What this task involves:
Scan the entries for lines with the word "TableHead", then copy those lines.
**********
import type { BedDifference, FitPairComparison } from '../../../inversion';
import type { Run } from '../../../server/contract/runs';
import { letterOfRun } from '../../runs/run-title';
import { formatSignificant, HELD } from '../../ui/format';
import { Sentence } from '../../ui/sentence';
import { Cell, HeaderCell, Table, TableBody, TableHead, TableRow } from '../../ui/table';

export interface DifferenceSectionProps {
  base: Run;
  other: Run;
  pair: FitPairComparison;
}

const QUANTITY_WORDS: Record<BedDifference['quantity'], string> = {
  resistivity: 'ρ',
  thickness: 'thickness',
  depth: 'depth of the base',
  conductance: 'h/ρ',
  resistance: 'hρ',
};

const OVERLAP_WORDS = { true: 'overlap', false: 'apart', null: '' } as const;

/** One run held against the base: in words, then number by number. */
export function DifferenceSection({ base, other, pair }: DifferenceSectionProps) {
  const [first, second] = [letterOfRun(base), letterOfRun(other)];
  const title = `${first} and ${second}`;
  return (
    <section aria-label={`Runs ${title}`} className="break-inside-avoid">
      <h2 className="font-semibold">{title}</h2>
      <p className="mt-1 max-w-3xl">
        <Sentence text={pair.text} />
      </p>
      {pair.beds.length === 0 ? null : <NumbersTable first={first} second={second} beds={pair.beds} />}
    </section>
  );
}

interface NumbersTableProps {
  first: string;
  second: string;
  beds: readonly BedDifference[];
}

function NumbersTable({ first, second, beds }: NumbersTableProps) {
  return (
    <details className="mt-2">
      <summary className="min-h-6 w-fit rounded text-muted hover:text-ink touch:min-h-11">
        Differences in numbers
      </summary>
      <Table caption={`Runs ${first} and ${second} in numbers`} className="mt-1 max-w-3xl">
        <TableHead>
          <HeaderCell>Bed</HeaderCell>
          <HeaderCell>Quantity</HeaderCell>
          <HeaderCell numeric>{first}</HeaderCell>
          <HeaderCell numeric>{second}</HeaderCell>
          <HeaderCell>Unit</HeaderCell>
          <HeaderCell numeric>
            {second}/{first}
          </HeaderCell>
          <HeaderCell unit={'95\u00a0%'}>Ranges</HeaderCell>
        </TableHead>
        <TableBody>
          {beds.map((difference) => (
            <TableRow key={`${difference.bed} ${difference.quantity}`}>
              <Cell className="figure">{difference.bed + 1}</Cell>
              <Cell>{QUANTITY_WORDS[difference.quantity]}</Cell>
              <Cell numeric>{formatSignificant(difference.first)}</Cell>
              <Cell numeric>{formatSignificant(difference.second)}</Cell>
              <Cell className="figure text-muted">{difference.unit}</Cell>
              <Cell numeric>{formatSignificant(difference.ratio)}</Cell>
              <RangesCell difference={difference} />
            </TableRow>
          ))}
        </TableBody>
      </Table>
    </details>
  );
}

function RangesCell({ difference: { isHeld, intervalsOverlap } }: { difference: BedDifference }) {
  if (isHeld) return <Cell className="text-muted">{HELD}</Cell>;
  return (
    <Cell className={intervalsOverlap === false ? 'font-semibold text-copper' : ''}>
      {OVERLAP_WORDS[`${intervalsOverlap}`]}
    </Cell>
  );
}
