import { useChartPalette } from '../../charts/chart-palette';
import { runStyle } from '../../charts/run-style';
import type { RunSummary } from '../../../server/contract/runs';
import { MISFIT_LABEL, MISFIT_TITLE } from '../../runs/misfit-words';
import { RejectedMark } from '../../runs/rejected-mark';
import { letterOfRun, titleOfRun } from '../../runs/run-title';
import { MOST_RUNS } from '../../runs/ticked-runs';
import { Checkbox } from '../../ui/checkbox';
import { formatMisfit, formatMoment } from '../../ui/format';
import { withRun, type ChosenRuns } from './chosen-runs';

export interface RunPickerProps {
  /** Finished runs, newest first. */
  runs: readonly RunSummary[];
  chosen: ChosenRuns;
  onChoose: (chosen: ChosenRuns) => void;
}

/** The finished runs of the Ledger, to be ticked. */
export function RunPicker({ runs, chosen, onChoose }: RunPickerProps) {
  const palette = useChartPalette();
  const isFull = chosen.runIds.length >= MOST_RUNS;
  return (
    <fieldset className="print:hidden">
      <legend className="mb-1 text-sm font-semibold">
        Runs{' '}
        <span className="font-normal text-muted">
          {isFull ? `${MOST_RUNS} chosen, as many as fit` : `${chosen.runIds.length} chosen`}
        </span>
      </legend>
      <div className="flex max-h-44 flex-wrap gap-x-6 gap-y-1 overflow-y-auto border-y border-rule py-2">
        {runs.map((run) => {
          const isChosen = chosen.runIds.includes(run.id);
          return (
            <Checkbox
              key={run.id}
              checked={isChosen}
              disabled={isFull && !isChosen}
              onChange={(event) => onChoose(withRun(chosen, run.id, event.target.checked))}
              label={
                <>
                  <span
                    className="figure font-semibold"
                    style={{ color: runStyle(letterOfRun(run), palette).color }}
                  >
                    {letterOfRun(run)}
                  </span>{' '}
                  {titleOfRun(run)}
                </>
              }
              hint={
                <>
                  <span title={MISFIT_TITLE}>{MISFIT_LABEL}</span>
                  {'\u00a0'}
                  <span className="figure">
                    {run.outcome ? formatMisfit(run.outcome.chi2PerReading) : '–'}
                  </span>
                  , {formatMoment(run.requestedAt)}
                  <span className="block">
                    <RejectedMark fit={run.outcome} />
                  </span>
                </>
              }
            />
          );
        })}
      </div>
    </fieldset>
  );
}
**********
The answer:
import { Cell, HeaderCell, Table, TableBody, TableHead, TableRow } from '../../ui/table';
        <TableHead>
        </TableHead>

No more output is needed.